Published: Aug 7, 2015 View help for published

Principal Investigator(s): View help for Principal Investigator(s)
Wilpen L. Gorr, Carnegie Mellon University; Andreas Olligschlaeger, Carnegie Mellon University

https://doi.org/10.3886/ICPSR03469.v1

Version V1

This study used crime count data from the Pittsburgh, Pennsylvania, Bureau of Police offense reports and 911 computer-aided dispatch (CAD) calls to determine the best univariate forecast method for crime and to evaluate the value of leading indicator crime forecast models.

The researchers used the rolling-horizon experimental design, a design that maximizes the number of forecasts for a given time series at different times and under different conditions. Under this design, several forecast models are used to make alternative forecasts in parallel. For each forecast model included in an experiment, the researchers estimated models on training data, forecasted one month ahead to new data not previously seen by the model, and calculated and saved the forecast error. Then they added the observed value of the previously forecasted data point to the next month's training data, dropped the oldest historical data point, and forecasted the following month's data point. This process continued over a number of months.

A total of 15 statistical datasets and 3 geographic information systems (GIS) shapefiles resulted from this study.

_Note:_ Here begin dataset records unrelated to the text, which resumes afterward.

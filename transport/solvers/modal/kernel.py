"""The two-shot angle mismatch of :func:`transport.solvers.modal.spectrum._mismatch`
compiled to machine code (numba): per lambda, one loop over the layers does the layer
transfers, both shots, the angle changes, the matching face and the lambda derivative.

The same equations as the array code of transfer.py and spectrum.py, in the same order,
one lambda at a time; a shot whose rescaling norm is not finite is redone with a
rescaling at every face for that lambda alone (the array code redoes its whole chunk).
The eigenvalues agree with the array code's to rounding (checked in
tests/test_modal_kernel.py).  It serves the many small passes of a site's shared
eigen-solve (:func:`~transport.solvers.modal.spectrum.eigenvalues_many` with
``compiled=True``), where the array code spends most of its time in numpy's per-call
overhead: a polish pass over a few dozen lambdas costs about as much as one over a
thousand.  The eigenfunctions of those columns (:func:`modes`: the shots, the matching
face and the closed-form norms of eigenfunctions._shot_modes, one mode at a time) agree
with the array code's to 1e-12 of each mode's size; a site uses them for its Monte Carlo
columns only (a boring's own column keeps the array code: its fields are written).
Loading and the switch: :mod:`transport.solvers.jit`.
"""
from __future__ import annotations

import numpy as np

from transport.solvers.jit import load

__all__ = ["available", "mismatch", "modes_available", "modes"]

_STATE = {}
_MODES_STATE = {}
_COLUMNS = ("k", "l", "a", "s", "kl", "lk", "mkl", "hl", "hl3", "l2")
_ENDS = ("kl_last", "kl0", "theta0", "d_v", "d_p")


def available() -> bool:
    """True when the compiled mismatch can be used (numba imports, not switched off)."""
    return load(_STATE, _load) is not None


def _load():
    from transport.solvers.modal._compiled import mismatch as kernel

    _warm(kernel)
    return kernel


def mismatch(prep, lam, face, slopes: bool, owner=None):
    """(G, dG, face) of ``lam`` for ``prep`` (one operator's, or a stack's with lambda
    i belonging to its operator ``owner[i]``), as spectrum._mismatch."""
    lam = _arg(lam, float)
    m = lam.size
    face = np.full(m, -1, np.int64) if face is None else _arg(face, np.int64)
    owner = np.zeros(m, np.int64) if owner is None else _arg(owner, np.int64)
    G, dG = np.empty(m), np.empty(m)
    FACE = np.empty(m, np.int64)
    args = prep.__dict__.get("_kernel_args")
    if args is None:  # the operators' constants, made once per Prep
        args = prep._kernel_args = (
            [_arg(getattr(prep, name), float) for name in _COLUMNS]
            + [_arg(prep.ends, float)]
            + [_arg(np.atleast_1d(getattr(prep, name)), float) for name in _ENDS])
    _STATE["kernel"](lam, face, owner, bool(slopes), *args, G, dG, FACE)
    return G, dG, FACE


def _arg(x, dtype):
    """x as a C-contiguous, writable array of dtype (the one type compiled for)."""
    return np.require(x, dtype, ["C", "W"])


def _warm(kernel):
    """Compile (or load from numba's cache) and run the kernel once on a one-layer
    operator, v'' + lambda v = 0 on (0, 1) with v = 0 at both ends: at lambda =
    (pi/2)^2 the angle has turned by sqrt(lambda) = pi/2 of the pi it needs for the
    first eigenvalue, so G = -pi/2 and dG/dlambda = 1 / (2 sqrt(lambda)) = 1/pi (exact).
    A failure shows here, where the array code can still take over."""
    one = np.ones((1, 1))
    G, dG, face = np.empty(1), np.empty(1), np.empty(1, np.int64)
    ends = np.array([[[0.0], [1.0]], [[0.0], [-1.0]]])
    kernel(np.array([(np.pi / 2) ** 2]), np.array([-1], np.int64), np.zeros(1, np.int64),
           True, one, one, one, 0 * one, one, one, -one, 0.5 * one, 0.5 * one, one, ends,
           np.ones(1), np.ones(1), np.zeros(1), np.ones(1), np.zeros(1), G, dG, face)
    if not (abs(G[0] + np.pi / 2) <= 1e-12 and abs(dG[0] - 1 / np.pi) <= 1e-12):
        raise RuntimeError("the compiled mismatch gave a wrong value on its check operator")


def modes_available() -> bool:
    """True when the compiled eigenfunction kernel can be used."""
    return load(_MODES_STATE, _load_modes) is not None


def _load_modes():
    from transport.solvers.modal._compiled import modes as kernel

    _warm_modes(kernel)
    return kernel


def modes(prep, lam, owner=None):
    """(V, P, Ls) (N+1, m) of eigenfunctions._shot_modes for ``lam`` of ``prep`` (one
    operator's, or a stack's with lambda i of operator ``owner[i]``), one lambda at a
    time in the compiled kernel."""
    lam = _arg(lam, float)
    m = lam.size
    owner = np.zeros(m, np.int64) if owner is None else _arg(owner, np.int64)
    args = prep.__dict__.get("_kernel_args")
    if args is None:
        args = prep._kernel_args = (
            [_arg(getattr(prep, name), float) for name in _COLUMNS]
            + [_arg(prep.ends, float)]
            + [_arg(np.atleast_1d(getattr(prep, name)), float) for name in _ENDS])
    la = prep.__dict__.get("_log_a")
    if la is None:
        la = prep._log_a = _arg(np.log(prep.a), float)
    shape = (prep.n_layers + 1, m)
    V, P, Ls = np.empty(shape), np.empty(shape), np.empty(shape)
    _MODES_STATE["kernel"](lam, owner, *args[:11], la, V, P, Ls)
    return V, P, Ls


def _warm_modes(kernel):
    """Compile (or load from numba's cache) and run the kernel on one layer, v'' +
    lambda v = 0 on (0, 1) with v = 0 at both ends, at its first eigenvalue pi^2: the
    normalised eigenfunction sqrt(2) sin(pi z) has k v' = sqrt(2) pi at the top and
    -sqrt(2) pi at the bottom (exact)."""
    one = np.ones((1, 1))
    ends = np.array([[[0.0], [1.0]], [[0.0], [-1.0]]])
    V, P, Ls = np.empty((2, 1)), np.empty((2, 1)), np.empty((2, 1))
    kernel(np.array([np.pi ** 2]), np.zeros(1, np.int64), one, one, one, 0 * one, one,
           one, -one, 0.5 * one, 0.5 * one, one, ends, 0 * one, V, P, Ls)
    p = P[:, 0] * np.exp(Ls[:, 0])
    want = np.sqrt(2) * np.pi * np.array([1.0, -1.0])
    if not (np.all(np.abs(p - want) <= 1e-12 * np.pi) and np.all(np.abs(V) <= 1e-12)):
        raise RuntimeError("the compiled eigenfunctions gave a wrong value on their check "
                           "operator")
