_TOP0 = '[top]\nkind = "concentration"\nconcentration = "10 mg/L"'
_BOTTOM0 = '[bottom]\nkind = "free-outflow"'
_KINDS = {"conc": 'kind = "concentration"\nconcentration = "10 mg/L"',
          "conc0": 'kind = "concentration"\nconcentration = "0 mg/L"',
          "step": 'kind = "concentration"\nconcentration = '
                  '{ steps = [["0 yr", "10 mg/L"], ["8 yr", "0 mg/L"]] }',
          "flux": 'kind = "flux"\nflux = "5 mg/m^2/d"',
          "inlet0": 'kind = "inlet"\nconcentration = "0 mg/L"',
          "mass-transfer": 'kind = "mass-transfer"\ntransfer_coefficient = "0.1 m/yr"\n'
                           'outside_concentration = "0 mg/L"',
          "sealed": 'kind = "sealed"', "free": 'kind = "free-outflow"',
          "zone": 'kind = "source-zone"\nconcentration = "50 mg/L"\nthickness = "0.3 m"\n'
                  'water_content = 0.22\nbulk_density = "1.65 g/cm^3"\n'
                  'distribution_coefficient = "0.2 L/kg"'}


@pytest.mark.parametrize("top, bottom, flux", [
    ("sealed", "conc", "-0.02 m/yr"),  # water rising to a sealed top: no upper bound
    ("flux", "inlet0", "-0.5 m/yr"),  # a front held back by upward flow
    ("conc", "mass-transfer", "1.0 m/yr"),  # an exit slower than the flow
    ("step", "mass-transfer", "1.0 m/yr"),  # the same with the source switched off
    ("flux", "sealed", "0 m/yr"),  # diffusion into a closed column
])
def test_monte_carlo_across_boundary_kinds_reproduces_the_deterministic_peaks(
        tmp_path, top, bottom, flux):
    """Zero-spread draws make every realization the boring's deterministic column, so
    the peak quantiles equal the boring's own peak within the tolerance of that peak
    (common practice: a degenerate distribution reproduces the deterministic run), for
    boundary kinds and flow directions where the data bound the concentration and where
    they do not (mass piling up at an end). Before this was checked, the first set-up
    stopped with a TypeError and the second was refused."""
    toml = (SITE_TOML.replace('darcy_flux = "0.05 m/yr"', f'darcy_flux = "{flux}"')
            .replace(_TOP0, "[top]\n" + _KINDS[top])
            .replace(_BOTTOM0, "[bottom]\n" + _KINDS[bottom]))
    assert _KINDS[top] in toml and _KINDS[bottom] in toml
    site = load_site(write_small_site(tmp_path, extra=DEGENERATE, toml=toml))
    out = solve_site(site, workers=1, chunk_size=2).metrics
    peak = out["peak_concentration"]
    assert np.all(np.isfinite(peak)) and np.all(peak >= 0)
    for q in ("p5", "p50", "p95"):
        assert np.allclose(out[f"peak_concentration_{q}"], peak,
                           rtol=2 * site.tolerance, atol=1e-300)


def test_a_source_zone_is_refused_when_the_site_is_read(tmp_path):
    """A source zone cannot be solved by a site's engine: the site file is refused when
    it is read (stratiflux check finds it), naming the key and the way out, instead of
    stopping the run after it started with advice about engines a site does not have."""
    toml = SITE_TOML.replace(_TOP0, "[top]\n" + _KINDS["zone"])
    with pytest.raises(ScenarioError) as info:
        load_site(write_small_site(tmp_path, toml=toml))
    assert info.value.key == "top.kind" and "site runs" in str(info.value)
    assert "stratiflux run" in str(info.value)



def test_a_column_the_engines_cannot_take_is_named(tmp_path):
    """A boring whose column Peclet number (about 1370: 5 m/yr through sand with a
    0.5 mm dispersivity) is beyond what double precision represents: the InputError
    names the boring, as a refusal does (before, the message named no boring)."""
    toml = SITE_TOML.replace('dispersivity = "0.1 m"', 'dispersivity = "0.5 mm"').replace(
        'darcy_flux = "0.05 m/yr"', 'darcy_flux = "5 m/yr"')
    site = load_site(write_small_site(tmp_path, toml=toml))
    with pytest.raises(InputError, match=r"^boring T-1: the column Peclet number"):
        solve_site(site, realizations=0, workers=1, chunk_size=2)
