def read_concentration(r: Reader, value, where: str, detail: dict, layer_key: str) -> float:
    """A concentration of a layer as pore water (kg m-3): a pore-water value as given
    (``"120 mg/L"``), or a soil concentration (``"25 mg/kg"``, :func:`is_soil_concentration`)
    converted with the layer's bulk density, water content and Kd
    (:func:`pore_water_from_soil`).

    Parameters
    ----------
    r : Reader
    value : str
        As written.
    where : str
        Key path of the value, for messages.
    detail : dict
        The layer's row of the derived table (:func:`layer_detail`).
    layer_key : str
        Key path of the layer (``layers[2]``), for the missing-bulk-density message.

    Returns
    -------
    float
        The pore-water concentration, kg m-3.
    """
    if not is_soil_concentration(value):
        return r.quantity(value, "concentration", where, low=0)
    total = r.quantity(value, "mass_fraction", where, low=0, high=1)
    rho_b = detail.get("bulk_density")
    if rho_b is None:
        raise r.error(where, value, f"a soil concentration (per mass of dry soil) needs the "
                      f"bulk density of {layer_key} ({detail.get('name')!r}) to be converted to "
                      "pore water, and it has none",
                      fix=f'add bulk_density to {layer_key}, e.g. "1.7 g/cm^3", or give the '
                      'pore-water concentration, e.g. "120 mg/L"')
    theta = detail["water_content"]
    kd = detail.get("distribution_coefficient")
    if kd is None:  # sorption given as R (or none): R = 1 + rho_b Kd / theta_w
        kd = (detail["retardation_factor"] - 1.0) * theta / rho_b
    c_w = pore_water_from_soil(total, rho_b, theta, kd)
    bad = range_error(where, "concentration", c_w)
    if bad is not None:
        raise r.error(where, value, f"gives a pore-water concentration of {c_w:.3g} kg/m^3, "
                      "outside what the model represents", allowed=bad[0],
                      fix="check the value, its units and the layer's bulk_density, "
                      "water_content and sorption")
    return c_w


def _read_sorption(r: Reader, t, key: str, chem: ChemicalSpec, rho_b) -> dict:
    """The sorption route of a layer as keyword arguments of ``derive_layer``."""
    routes = [k for k in SORPTION_KEYS if k in t]
    if len(routes) > 1:
        raise r.error(f"{key}.{routes[1]}", t[routes[1]], f"given together with {routes[0]}",
                      fix="keep only one way of giving sorption")
    if not routes:
        return {}
    if routes == ["retardation_factor"]:
        return {"retardation_factor_value": r.quantity(
            t["retardation_factor"], "dimensionless", f"{key}.retardation_factor", low=0,
            low_open=True)}
    if routes[0] == "organic_carbon_fraction":
        foc = r.quantity(t["organic_carbon_fraction"], "dimensionless",
                         f"{key}.organic_carbon_fraction", low=0, high=1)
        if chem.organic_carbon_partition is None:
            why = (f"{chem.name} has no Koc ({chem.sources.get('organic_carbon_partition')})"
                   if chem.table_entry else "the chemical has no Koc")
            raise r.error(f"{key}.organic_carbon_fraction", t["organic_carbon_fraction"],
                          why, fix="give distribution_coefficient, or "
                          "chemical.organic_carbon_partition")
        route = {"organic_carbon_fraction": foc}
    else:
        route = {"distribution_coefficient": r.quantity(
            t["distribution_coefficient"], "specific_volume",
            f"{key}.distribution_coefficient", low=0)}
    if rho_b is None:
        raise r.error(f"{key}.bulk_density", problem=f"missing, needed with {routes[0]}",
                      fix='add bulk_density, e.g. "1.7 g/cm^3"')
    return route
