"""Exact time integrals of the modal series: tail corrections and closed-form transients.

Mixed into :class:`transport.solvers.modal.series.ModalSeries` (which holds the modes,
liftings, projections and signals these methods read).  Modes beyond the truncation
respond quasi-statically to the signals; their slowly converging 1/(lambda + eps) sums
are replaced by exact Green's-function values (:func:`transport.solvers.modal.projection.
green_flux`), and, where a steady state exists and the signals are steps, each mode's
time integral is summed as its decaying transient alone, in closed form, so that the
quasi-static parts never cancel in floating point (in an advective column that
cancellation is multiplied by e^{A(z)}).
"""
from __future__ import annotations

import numpy as np

from transport.solvers.modal.projection import gauss_nodes, green_flux, initial_profile

__all__ = ["TimeIntegrals"]


class TimeIntegrals:
    """Time integrals of a :class:`~transport.solvers.modal.series.ModalSeries`."""

    # --- exact corrections of the time integrals (steady-state case) -----------------
    def _w0_functions(self, zq, lq, uq=None):
        """u-space initial state and lifting functions at nodes: (nq, 1 + K)."""
        u0 = initial_profile(self.column, self.initial, zq) / self.op.kappa[lq]
        if uq is None:
            uq, _ = self.lifting.evaluate(zq)
        return np.column_stack([u0, uq])

    def tail_corrections(self, z):
        """Tail corrections of the truncated series at depths z (dict of arrays).

        Exact minus truncated 1/(lambda + eps) sums, for the initial state (column 0)
        and each lifting (columns 1..K): "C" values (nz, 1+K) and "F" fluxes at z; and
        the exact sums themselves, "F_exact" (nz, 1+K) and "D_exact" for the decayed
        mass (1+K,), for :meth:`integrated_rows`.  Modes beyond the truncation respond
        quasi-statically, a_n ~ c_kn (eps b_k - b_k') / (lambda_n + eps); these sums
        replace their slowly converging tails by Green's-function values."""
        op = self.op
        z = np.atleast_1d(np.asarray(z, dtype=float))
        key = z.tobytes()
        cache = self._cache
        if key in cache:
            return cache[key]
        ends = np.array([0.0, op.z[-1]])
        nodes = gauss_nodes(op, np.array([0.0]), tuple(self.breaks) + tuple(z.tolist()),
                            self.extra_rate)
        zq, wq, lq = nodes
        uq, _ = self.lifting.evaluate(zq)
        w0 = self._w0_functions(zq, lq, uq)
        F, U = green_flux(op, self.lifting, np.concatenate([z, ends]), w0, nodes, values=True,
                          lift_nodes=uq)
        Fz, Fe = F[:z.size], F[z.size:]
        integ = (wq * op.a[lq]) @ w0
        lam_e = self.modes.lam + self.eps
        coef = np.vstack([self.proj0, self.lift_coef]) / lam_e[None, :]  # (1+K, n)
        stored_w = coef @ self.mass_modes.sum(axis=0)  # int a W, converges fast
        QD = Fe[0] - Fe[1] + integ - self.eps * stored_w
        c_modes, f_modes, _, _ = self.fields(z)
        lay = self.modes.layer_of(z)
        out = {"C": op.kappa[lay][:, None] * U[:z.size] - c_modes @ coef.T,
               "F": Fz - f_modes @ coef.T, "F_exact": Fz, "D_exact": QD}
        if len(cache) > 64:
            cache.clear()
        cache[key] = out
        return out

    def integrated_correction(self, corr, t):
        """Time integral of the tail correction: corr_0 H(t) + sum_k (eps int_0^t b_k -
        b_k(t)) corr_k.

        Parameters
        ----------
        corr : array_like (m, 1 + K)
            Corrections of :meth:`tail_corrections` (initial state, then each lifting).
        t : array_like (nt,)
            Times, s.

        Returns
        -------
        ndarray (nt, m)
        """
        t = np.atleast_1d(np.asarray(t, dtype=float))
        # left limits at a change time, as in :meth:`drive`: (K, nt)
        weight = self.eps * self.signal_integrals(t) - self.signal_values(t)
        corr = np.atleast_2d(corr)
        return (np.outer((t > 0).astype(float), corr[:, 0])
                + (corr[:, 1:] @ weight).T)

    def transient_integrals(self, t):
        """int_0^t a_n minus its quasi-static part, in closed form: (n, t.size), or None.

        The time integral of a mode splits into a quasi-static part, which the exact
        Green's-function values of :meth:`tail_corrections` carry for every mode at
        once, and a transient that dies away as e^{-lambda tau} / lambda.  Summing the
        two parts of each mode separately (as ``integrated_coefficients`` minus the
        truncated quasi-static sum) cancels two O(1 / lambda) sums; in an advective
        column every term is multiplied by e^{A(z)} on the way back, so the rounding
        left over is of the order eps e^{A(z)} sum |f_n c_n| / lambda_n and does not
        decay (2e-4 of the scale at column Peclet number 73).  The transient alone,
        -P_n e^{-lambda t} / lambda + sum over steps amp c_kn e^{-lambda tau} / lambda,
        is accurate to rounding of its own size.  Available when a steady state exists
        (eps = 0) and every signal is made of steps (else None: the caller keeps the
        summed form).
        """
        if self.eps != 0.0:
            return None
        steps = []
        for k in self._active():
            for kind, t0, amp, rate in self.signals[k].atoms:
                if kind != "step":
                    return None
                steps.append((k, t0, amp))
        t = np.atleast_1d(np.asarray(t, dtype=float))
        lam = self.modes.lam
        inv = 1.0 / lam[:, None]
        out = -self.proj0[:, None] * np.exp(-lam[:, None] * t[None, :]) * inv
        for k, t0, amp in steps:
            tau = t - t0
            on = (tau > 0) | ((tau == 0) & (t0 <= 0))  # left limit at a change time
            decay = np.exp(-lam[:, None] * np.where(on, tau, 0.0)[None, :])
            out += np.where(on[None, :], (amp * self.lift_coef[k])[:, None] * decay * inv, 0.0)
        return out

    def integrated_rows(self, rows, lift_rows, exact, t):
        """Time integrals over (0, t) of quantities that are linear in the coefficients:
        ``rows @ a(t) + lift_rows @ b(t)`` with the exact quasi-static values ``exact``
        (m, 1 + K) of those quantities (:meth:`tail_corrections`: "F_exact",
        "D_exact"): (nt, m).  The transient of each mode is summed in closed form
        (:meth:`transient_integrals`) where it exists, else the integrated coefficients
        with the tail corrections."""
        t = np.atleast_1d(np.asarray(t, dtype=float))
        exact = np.atleast_2d(exact)
        trans = self.transient_integrals(t)
        if trans is None:
            lam_e = self.modes.lam + self.eps
            coef = np.vstack([self.proj0, self.lift_coef]) / lam_e[None, :]
            corr = exact - rows @ coef.T
            return ((rows @ self.integrated_coefficients(t)
                     + lift_rows @ self.signal_integrals(t)).T
                    + self.integrated_correction(corr, t))
        return ((rows @ trans + lift_rows @ self.signal_integrals(t)).T
                + self.integrated_correction(exact, t))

The statistical datasets consist of

  • Univariate Forecast Data by Police Precinct (Dataset 1) with 3,240 cases
  • Output Data from the Univariate Forecasting Program: Sectors and Forecast Errors (Dataset 2) with 17,892 cases
  • Multivariate, Leading Indicator Forecast Data by Grid Cell (Dataset 3) with 5,940 cases
  • Output Data from the 911 Drug Calls Forecast Program (Dataset 4) with 5,112 cases
  • Output Data from the Part One Property Crimes Forecast Program (Dataset 5) with 5,112 cases
  • Output Data from the Part One Violent Crimes Forecast Program (Dataset 6) with 5,112 cases
  • Input Data for the Regression Forecast Program for 911 Drug Calls (Dataset 7) with 10,011 cases
  • Input Data for the Regression Forecast Program for Part One Property Crimes (Dataset 8) with 10,011 cases
  • Input Data for the Regression Forecast Program for Part One Violent Crimes (Dataset 9) with 10,011 cases
  • Output Data from Regression Forecast Program for 911 Drug Calls: Estimated Coefficients for Leading Indicator Models (Dataset 10) with 36 cases
  • Output Data from Regression Forecast Program for Part One Property Crimes: Estimated Coefficients for Leading Indicator Models (Dataset 11) with 36 cases
  • Output Data from Regression Forecast Program for Part One Violent Crimes: Estimated Coefficients for Leading Indicator Models (Dataset 12) with 36 cases
  • Output Data from Regression Forecast Program for 911 Drug Calls: Forecast Errors (Dataset 13) with 4,936 cases
  • Output Data from Regression Forecast Program for Part One Property Crimes: Forecast Errors (Dataset 14) with 4,936 cases
  • Output Data from Regression Forecast Program for Part One Violent Crimes: Forecast Errors (Dataset 15) with 4,936 cases.
  • The GIS Shapefiles (Dataset 16) are provided with the study in a single zip file: Included are polygon data for the 4,000 foot, square, uniform grid system used for much of the Pittsburgh crime data (grid400); polygon data for the 6 police precincts, alternatively called districts or zones, of Pittsburgh(policedist); and polygon data for the 3 major rivers in Pittsburgh the Allegheny, Monongahela, and Ohio (rivers).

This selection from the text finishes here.